This is turning into the "extraordinary ability in one area assumes extraordinary ability in other areas to make it work" dilemma.
For example, a superhero with super strength can punch through a car and rip out the engine. But, unless they have super-hard skin, their hands will turn into hamburger. So, just because they have the strength to do something doesn't mean they have the other abilities to pull it off.
So, for the monk, if the player wants them to move that fast: fine. I would start adding in damage over time to them for moving so fast.
Feet are not designed to move 100 mph, so the feet would get shredded if bare-footed.
Player will argue they're wearing foot covering (leather boots, sandals, etc). Foot wear is not designed to hold up to running 100mph. And, that speed would generate a lot of friction (both inside the foot wear to the feet, and possibly on other areas of the body as the clothing or leather parts on their body would rub and cause friction burns quite quickly from all the pumping of arms and legs.)
One way to alleviate this would be to assume that the ki-spent Step of the Wind ability literally makes them light as air, so instead of running super fast, they're simply able to fly forward greater distances since their leg muscles are now pushing something light as air instead of normal body weight. (Think of Crouching Tiger Hidden Dragon, where they're using their ki to "fly" through the air and run great distances.) If that's the case, then it could alleviate any idea of friction burns and damage to the body from great speeds. But, if that was the case, I would say they have to pick a direction and stick with it during the turn, because something moving at that great of a speed can't change direction at the drop of a hat - especially if Step of the Wind is having them soar into the air and glide quickly. You can't simply turn in mid-air. So, if you want to allow them to have great speed like that, then the consequence is lack of maneuverability; they pick a direction, head that direction, and can't change it until several rounds later or something.

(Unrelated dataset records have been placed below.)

// weather fills the fluxes of both sinks at temperature t (K) and CO₂ pressure
// p (bar) into a row that already has sunlight, albedo, land, biology and crust.
//
//	W_land = W₀ (A/A_E) f_land S(f_bio i_land ℓ(p) w_land(T, p))
//	W_sea  = W₀ (A/A_E) i_sea ℓ(p) w_sea(T, p)
//	ℓ(p)   = p/(p + p_ℓ), i = 1 − (1 − σ)·ice, both relative to the reference state
//
// σ is the strength under ice, S the supply limit, S(k) = k without one.
func (m *Model) weather(r *record.Row, lnp, lnh float64) {
	s, env := m.set, &m.env
	*env = weathering.Env{Age: r.Age, T: r.Temperature, P: r.PCO2, LnP: lnp - m.lnP0, Sun: r.Sunlight / 4, Alb: r.Albedo, Crust: r.Crust, LnH: lnh - m.lnH0}
	lim := m.limit(r.PCO2)
	relative := s.land.law.Relative(env)
	kinetic := m.kinetic(relative, r.PCO2, r.Biology, r.Ice)
	r.Land = m.ref.Land * m.area * r.LandFraction * s.supply.Of(kinetic)
	r.SupplyUse = m.supplyUse(relative, kinetic)
	r.Seafloor = 0
	if m.ref.Seafloor > 0 {
		r.Seafloor = m.ref.Seafloor * m.area * m.iceNorm[1] * (1 - (1-s.SeafloorIce)*r.Ice) * lim * s.seafloor.law.Relative(env)
	}
}

// kinetic returns what the supply limit bounds: f_bio i_land ℓ(p) w_land(T, p).
func (m *Model) kinetic(relative, p, biology, ice float64) float64 {
	return biology * m.iceNorm[0] * (1 - (1-m.set.LandIce)*ice) * m.limit(p) * relative
}

// supplyUse returns land weathering as a part of its supply limit, that of the
// wrapper or of the law itself; 0 without one.
func (m *Model) supplyUse(relative, kinetic float64) float64 {
	return math.Max(m.set.supply.Use(kinetic), m.saturation*relative)
}

// diagnose evaluates every law once: what it puts into the row is what the
// derivative sums and what the tables print. The rest of the ocean's
// chemistry is left to describe.
func (m *Model) diagnose(r *record.Row, age float64, y *State) {
	s := m.set
	d := m.drive(age, y.MantleT, y.CoreT)
	r.Age = age
	r.Temperature = y.T
	r.Sunlight = 4 * d.sun
	r.LandFraction, r.Biology = d.land, d.biology
	r.MantleTemperature, r.CoreTemperature = y.MantleT, y.CoreT
	r.HeatFlow, r.Radiogenic, r.Crust = d.flow.Heat, d.flow.Radiogenic, d.flow.Crust
	r.CoreHeat = d.flow.Core
	r.Surface, r.SeafloorCarbon, r.Continental, r.Mantle = y.Surface, y.Seafloor, y.Continental, y.Mantle
	r.Escaped, r.Water = y.Escaped, y.Water
	r.Total = y.Carbon()

	a := m.breathe(y.T, y.Surface, y.Alk)
	r.PCO2 = a.p
	r.Albedo, r.Ice, r.Outgoing, r.Moisture = a.albedo, a.ice, a.out, a.moisture
	r.Absorbed = d.sun * (1 - r.Albedo)
	if a.age != age || a.crust != r.Crust {
		m.weather(r, a.lnp, a.lnh)
		a.age, a.crust, a.land, a.seafloor, a.use = age, r.Crust, r.Land, r.Seafloor, r.SupplyUse
	}
	r.Land, r.Seafloor, r.SupplyUse = a.land, a.seafloor, a.use

	in := &m.source
	*in = outgas.Input{Age: m.hold.at(driveSources, age), Crust: r.Crust, Dilution: m.dilution, Area: m.area, Scale: m.scale, Mantle: y.Mantle, Seafloor: y.Seafloor, Continental: y.Continental}
	f := s.sources.law.Fluxes(in)
	r.Ridge, r.Arc, r.Metamorphic = f.Ridge, f.Arc, f.Metamorphic
	r.Pulse = d.pulse
	if r.Pulse < 0 {
		r.Pulse *= m.limit(r.PCO2) // what is not there cannot be taken
	}
	r.Outgassing = f.Ridge + f.Arc + f.Metamorphic + r.Pulse
	r.Burial = r.Land + r.Seafloor
	r.Deposited = m.deposited * r.Land
	if m.pair != nil {
		// Carbonate leaves as it precipitates, shared as weathering would have it.
		weathered := r.Burial
		r.Burial = a.precipitation
		r.Deposited *= part(r.Burial, weathered)
	}
	r.Imbalance = r.Outgassing - r.Burial
	r.Subducted = f.Subducted
	r.Foundered = f.Foundered
}

// describe adds to a diagnosed row what no rate depends on.
func (m *Model) describe(r *record.Row, y *State) {
	chem := m.set.ocean.law.Solve(present(y.Surface), y.Alk, y.T)
	r.DIC, r.Alk, r.Omega, r.PH = chem.DIC, chem.Alk, chem.Omega, -math.Log10(chem.H)
	r.Pressure = m.set.Nitrogen + r.PCO2 + climate.WaterPressure(r.Temperature)
	r.Boiling = climate.BoilingPoint(r.Pressure)
}

// part returns a/b, and 1 when b is 0: what is buried is then taken to be all
// from the seafloor, which has a part of its own.
func part(a, b float64) float64 {
	if b == 0 {
		return 1
	}
	return a / b
}

// derivative is the right-hand side: it calls diagnose and sums its fluxes.
//
//	c dT/dt           = (S/4)(1 − A) − F
//	dC_surface/dt     = ridge + arc + metamorphic + pulse − burial − escape
//	dC_seafloor/dt    = burial − (1 − δ) burial_land − subducted
//	dC_continental/dt = (1 − δ) burial_land − metamorphic − foundered
//	dC_mantle/dt      = subducted − arc + foundered − ridge − pulse
//	dA_ocean/dt       = 2 (W_land + W_sea) − 2 burial
//	dT_mantle/dt      from the interior
//	dM_water/dt       = −escape through the stratosphere
//
// The escape of carbon and a pulse that takes carbon away end with it, as ℓ(p).
// burial = W_land + W_sea unless alkalinity is a state; then it is the
// precipitation of carbonate, and burial_land its share W_land/(W_land + W_sea).
func (m *Model) derivative(dydt []float64, age float64, y []float64) {
	st, r := &m.state, &m.row
	m.lay.unpack(st, y)
	m.diagnose(r, age, st)
	flow := &m.memo.flow
	weathered := r.Land + r.Seafloor
	land := r.Land
	if m.pair != nil {
		land *= part(r.Burial, weathered)
	}
	rate := State{
		T:           (r.Absorbed - r.Outgoing) * units.Year / m.set.HeatCapacity,
		Surface:     r.Imbalance,
		Seafloor:    r.Burial - (land - r.Deposited) - r.Subducted,
		Continental: land - r.Deposited - r.Metamorphic - r.Foundered,
		Mantle:      r.Subducted - r.Arc + r.Foundered - r.Ridge - r.Pulse,
		MantleT:     flow.MantleRate,
		CoreT:       flow.CoreRate,
		Alk:         2 * (weathered - r.Burial),
	}
	if m.escape && !flow.Dynamo && st.Surface > 0 {
		rate.Escaped = m.set.EscapeCO2 * m.limit(r.PCO2)
		rate.Surface -= rate.Escaped
	}
	if m.set.WaterEscape && st.Water > 0 {
		rate.Water = -climate.WaterLoss(r.Moisture, m.planet.Area)
	}
	m.lay.pack(dydt, &rate)
}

We're basically having to argue the laws of physics in a fantasy setting. It would be like debating whether the fly spell magically gives people oxygen bubbles over their faces in order to fly high altitudes (to which, if it's argued it did, then magic users would be abusing that to fend off gas traps and stuff).

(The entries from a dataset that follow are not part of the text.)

/** @jsxRuntime automatic */
import { Document, Image, Page, StyleSheet, Text, View, renderToBuffer } from '@react-pdf/renderer'
import type { ReactElement, ReactNode } from 'react'
import type { Paper } from '#shared/api/recipes.ts'
import type { Orientation } from '#shared/domain/lighting/frame.ts'
import type { WholeSetup } from '#shared/domain/plan/read-plan.ts'
import type { SheetLine } from '#shared/domain/recipes/sheet-groups.ts'
import { SHEET_DEFERS, type Sheet, type SheetLight } from '#shared/domain/recipes/sheet.ts'
import type { LengthUnit } from '#shared/units/length.ts'
import { TEXT_FONT, TITLE_FONT, loadFonts } from '#server/features/pdf/fonts.ts'
import { PlanOnPaper } from './plan-on-paper.tsx'
import { SideOnPaper } from './side-on-paper.tsx'

export type SheetFrame = { caption: string; jpeg: Uint8Array; widthPx: number; heightPx: number }

export type RecipeSheetContent = {
  paper: Paper
  unit: LengthUnit
  shoot: string
  /** "1 December 2026". */
  date: string
  /** Where the setup is used: "Dome · shots 4 and 5". */
  used: string
  orientation: Orientation
  whole: WholeSetup
  sheet: Sheet
  frames: readonly SheetFrame[]
}

/** Points of each paper: A4 is 210 × 297 mm (ISO 216), Letter 8.5 × 11 inches. */
const SIZES: Readonly<Record<Paper, { width: number; height: number; name: 'A4' | 'LETTER' }>> = {
  A4: { width: 595.28, height: 841.89, name: 'A4' },
  Letter: { width: 612, height: 792, name: 'LETTER' },
}
const SIDE_PT = 36

const styles = StyleSheet.create({
  page: {
    paddingTop: 34,
    paddingBottom: 48,
    paddingHorizontal: SIDE_PT,
    fontFamily: TEXT_FONT,
    fontSize: 8,
    color: '#000000',
    lineHeight: 1.25,
  },
  title: { fontFamily: TITLE_FONT, fontWeight: 600, fontSize: 22, lineHeight: 1.15, fontFeatureSettings: ['lnum'] },
  heading: {
    fontFamily: TITLE_FONT,
    fontWeight: 600,
    fontSize: 12,
    lineHeight: 1.2,
    marginTop: 12,
    marginBottom: 3,
    fontFeatureSettings: ['lnum'],
  },
  value: { fontWeight: 600, fontSize: 10.5, lineHeight: 1.3 },
  strong: { fontWeight: 600 },
  small: { fontSize: 7, lineHeight: 1.25 },
  row: { flexDirection: 'row', borderTopWidth: 0.5, borderTopColor: '#999999', paddingVertical: 3, gap: 6 },
  foot: { position: 'absolute', left: SIDE_PT, fontSize: 7 },
  number: { position: 'absolute', right: SIDE_PT, width: 50, textAlign: 'right', fontSize: 7 },
  again: { position: 'absolute', left: SIDE_PT, right: SIDE_PT, top: 16, fontSize: 7 },
})

/** Where two fonts meet inside a word it may be parted; only when there is no other way. */
const LATE = 9999

type Print = (text: string) => string

function Heading({ children }: { children: string }): ReactElement {
  return (
    <Text style={styles.heading} minPresenceAhead={40}>
      {children}
    </Text>
  )
}

function GroupSign({ group }: { group: string | null }): ReactElement {
  return (
    <View
      style={{
        width: 13,
        height: 13,
        borderRadius: 6.5,
        borderWidth: group === null ? 0 : 0.8,
        borderColor: '#000000',
        justifyContent: 'center',
      }}
    >
      <Text style={{ fontSize: 7.5, fontWeight: 600, textAlign: 'center', lineHeight: 1 }}>{group ?? '–'}</Text>
    </View>
  )
}

const COLUMNS = [
  { title: 'Light', grow: 17 },
  { title: 'With, on', grow: 17 },
  { title: 'Power', grow: 10 },
  { title: 'Stands, from the mark', grow: 18 },
  { title: 'From the sitter', grow: 18 },
  { title: 'Looks', grow: 13 },
  { title: 'Reads, vs main', grow: 10 },
] as const

function Cell({ index, children }: { index: number; children: ReactNode }): ReactElement {
  return (
    <View style={{ flexGrow: COLUMNS[index]?.grow ?? 1, flexShrink: 1, flexBasis: 0, minWidth: 0 }}>{children}</View>
  )
}

function LightLine({ light, print }: { light: SheetLight; print: Print }): ReactElement {
  const two = (first: string, second: string, isStrong = false) => (
    <>
      <Text style={isStrong ? styles.strong : {}} hyphenationPenalty={LATE}>
        {print(first)}
      </Text>
      {second !== '' && (
        <Text style={styles.small} hyphenationPenalty={LATE}>
          {print(second)}
        </Text>
      )}
    </>
  )
  return (
    <View style={styles.row} wrap={false}>
      <View style={{ width: 13 }}>
        <GroupSign group={light.group} />
      </View>
      <Cell index={0}>
        {two(light.name, light.unit, true)}
        {light.note !== '' && <Text style={styles.small}>{print(light.note)}</Text>}
      </Cell>
      <Cell index={1}>{two(light.made, light.support)}</Cell>
      <Cell index={2}>{two(light.power, light.zoom, true)}</Cell>
      <Cell index={3}>{two(light.place, light.height)}</Cell>
      <Cell index={4}>{two(light.distance, light.angle)}</Cell>
      <Cell index={5}>{two(light.aim, '')}</Cell>
      <Cell index={6}>{two(light.reads, light.againstMain, true)}</Cell>
    </View>
  )
}

function LightTable({ lights, print }: { lights: readonly SheetLight[]; print: Print }): ReactElement {
  const [first, ...rest] = lights
  return (
    <View>
      <View wrap={false}>
        <Heading>Lights</Heading>
        {first ? (
          <>
            <View style={{ flexDirection: 'row', gap: 6, paddingBottom: 2 }}>
              <View style={{ width: 13 }} />
              {COLUMNS.map((column, index) => (
                <Cell key={column.title} index={index}>
                  <Text style={[styles.small, styles.strong]}>{column.title}</Text>
                </Cell>
              ))}
            </View>
            <LightLine light={first} print={print} />
          </>
        ) : (
          <Text>No light yet.</Text>
        )}
      </View>
      {rest.map((light) => (
        <LightLine key={light.id} light={light} print={print} />
      ))}
    </View>
  )
}

function Readings({ lines, print }: { lines: readonly SheetLine[]; print: Print }): ReactElement {
  return (
    <View style={{ flexDirection: 'row', flexWrap: 'wrap', columnGap: 10, rowGap: 6 }}>
      {lines.map((line, index) => (
        <View key={index} style={{ width: '18%' }} wrap={false}>
          <Text style={styles.small}>{print(line.label)}</Text>
          <Text style={styles.value} hyphenationPenalty={LATE}>
            {print(line.value)}
          </Text>
          {line.more !== '' && (
            <Text style={[styles.small, { fontSize: 6.5 }]} hyphenationPenalty={LATE}>
              {print(line.more)}
            </Text>
          )}
        </View>
      ))}
    </View>
  )
}

function Lines({ lines, print }: { lines: readonly SheetLine[]; print: Print }): ReactElement {
  return (
    <View>
      {lines.map((line, index) => (
        <View key={index} style={styles.row} wrap={false}>
          <Text style={[styles.strong, { width: 86 }]} hyphenationPenalty={LATE}>
            {print(line.label)}
          </Text>
          <Text style={{ flexGrow: 5, flexShrink: 1, flexBasis: 0 }} hyphenationPenalty={LATE}>
            {print(line.value)}
          </Text>
          <Text style={{ flexGrow: 6, flexShrink: 1, flexBasis: 0 }} hyphenationPenalty={LATE}>
            {print(line.more)}
          </Text>
        </View>
      ))}
    </View>
  )
}

const TONE_WORDS = { red: 'Put right first', mind: 'Mind', fine: 'Settled' } as const
const TONE_EDGE = { red: 3, mind: 1, fine: 0 } as const

function Cautions({ cautions, print }: { cautions: Sheet['cautions']; print: Print }): ReactElement {
  return (
    <View style={{ gap: 5 }}>
      {cautions.map((caution) => (
        <View
          key={caution.key}
          wrap={false}
          style={{
            borderLeftWidth: TONE_EDGE[caution.tone],
            borderLeftColor: '#000000',
            paddingLeft: caution.tone === 'fine' ? 8 : 8 - TONE_EDGE[caution.tone],
          }}
        >
          <Text>
            <Text style={styles.strong}>{`${TONE_WORDS[caution.tone]}: ${print(caution.title)}. `}</Text>
            {print(caution.words)}
          </Text>
        </View>
      ))}
      <Text style={styles.small} wrap={false}>
        {SHEET_DEFERS}
      </Text>
    </View>
  )
}

/** The test frames side by side, as high as the row allows. */
function Frames({
  frames,
  widthPt,
  print,
}: {
  frames: readonly SheetFrame[]
  widthPt: number
  print: Print
}): ReactElement {
  const gap = 6
  const shares = frames.map((frame) => frame.widthPx / frame.heightPx)
  const height = Math.min(118, (widthPt - gap * (frames.length - 1)) / shares.reduce((sum, share) => sum + share, 0))
  return (
    <View style={{ flexDirection: 'row', gap, marginTop: 10 }} wrap={false}>
      {frames.map((frame, index) => (
        <View key={index} style={{ width: height * (shares[index] ?? 1) }}>
          <Image src={{ data: Buffer.from(frame.jpeg), format: 'jpg' }} style={{ width: '100%', height }} />
          <Text style={[styles.small, { marginTop: 2 }]}>{print(frame.caption)}</Text>
        </View>
      ))}
    </View>
  )
}

function RecipeSheet({ content, print }: { content: RecipeSheetContent; print: Print }): ReactElement {
  const { paper, unit, whole, sheet, frames } = content
  const size = SIZES[paper]
  const width = size.width - 2 * SIDE_PT
  const footY = size.height - 32
  const name = print(whole.setup.name)
  const shoot = print(content.shoot)
  const drawing = { whole, orientation: content.orientation, lights: sheet.lights, unit, width, printable: print }
  return (
    <Document title={`${whole.setup.name} · recipe sheet`} creator="Sconce" producer="Sconce" language="en">
      <Page size={size.name} style={styles.page}>
        <Text
          style={styles.again}
          fixed
          render={({ pageNumber }) => (pageNumber > 1 ? `Recipe sheet · ${name}` : '')}
        />
        <Text style={[styles.foot, { top: footY, width: width - 60, maxLines: 1, textOverflow: 'ellipsis' }]} fixed>
          {`${name} · ${shoot} · ${content.date}`}
        </Text>
        <Text
          style={[styles.number, { top: footY }]}
          fixed
          render={({ pageNumber, totalPages }) => `${pageNumber} of ${totalPages}`}
        />
        <Text style={styles.small}>{`Recipe sheet · ${shoot} · ${content.date}`}</Text>
        <Text style={styles.title} hyphenationPenalty={LATE}>
          {name}
        </Text>
        <Text style={{ marginTop: 4 }}>{print(content.used)}</Text>
        {whole.setup.note.trim() !== '' && <Text style={{ marginTop: 6 }}>{print(whole.setup.note.trim())}</Text>}
        <View style={{ marginTop: 8, borderTopWidth: 1, borderTopColor: '#000000', paddingTop: 8 }} wrap={false}>
          <PlanOnPaper {...drawing} height={paper === 'A4' ? 326 : 290} />
        </View>
        <View style={{ marginTop: 10 }} wrap={false}>
          <SideOnPaper {...drawing} height={paper === 'A4' ? 160 : 150} />
        </View>
        {frames.length > 0 && <Frames frames={frames} widthPt={width} print={print} />}
        <LightTable lights={sheet.lights} print={print} />
        {sheet.panels.length > 0 && (
          <>
            <Heading>Panels give back</Heading>
            <Lines lines={sheet.panels} print={print} />
          </>
        )}
        <Heading>Readings</Heading>
        <Readings lines={sheet.readings} print={print} />
        {sheet.groups.map((group) => (
          <View key={group.title}>
            <Heading>{group.title}</Heading>
            <Readings lines={group.lines} print={print} />
          </View>
        ))}
        <Heading>Camera and set</Heading>
        <Lines lines={sheet.camera} print={print} />
        <Heading>Kit</Heading>
        <View style={{ flexDirection: 'row', flexWrap: 'wrap', columnGap: 10, rowGap: 2 }}>
          {sheet.kit.map((item) => (
            <Text key={item.name} style={{ width: '31.5%' }}>{`${item.count} × ${print(item.name)}`}</Text>
          ))}
        </View>
        <Heading>Cautions</Heading>
        <Cautions cautions={sheet.cautions} print={print} />
      </Page>
    </Document>
  )
}

/** The recipe sheet as the bytes of a PDF. */
export async function renderRecipeSheet(content: RecipeSheetContent): Promise<Buffer> {
  const print = await loadFonts()
  return renderToBuffer(<RecipeSheet content={content} print={print} />)
}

The way I view this situation is that the players is sounding like a munchkin and min/maxer, focusing on the "can I?" instead of the "should I?"
If they want to do it, and the rules add up to allow it, you have to think of the repercussions of it; there has to be balance in the game. Either the character starts taking some kind of damage from pushing the human body far beyond normal limits, or they suffer severe movement restrictions once they get going.
In regards to the T-Rex: I wonder if the player is thinking their monk has Iron Fist or something, and could use it to punch the T-Rex (like they're running at 10 0mph and just jut an Iron Fist out to hit the T-Rex). Of course, my idea of Iron Fist is from old-school 2nd Edition Oriental Adventures AD&D monks, so maybe your player's monk doesn't have Iron Fist or something.
There's just a lot going on with what you're player is trying to do, and as a GM I would consider it ok or not ok based on context and situation.
The player wants to run 100 mph to go warn some people that enemies are coming: ok, fine, I'd let it fly.
The player wants to run 100 mph to punch a T-Rex to death: no, not fine; you get mushed to goo.
The problem with letting something like this be ok one time is the player gets it in their head that it's ok for anything they can dream up, so they'll start dreaming up abusive ways to use it (e.g. punching a T-Rex). So, it's often better to just either nip it in the bud right now, or come up with some rules to let them know there's a pro/con situation to using it (like damage or movement restrictions).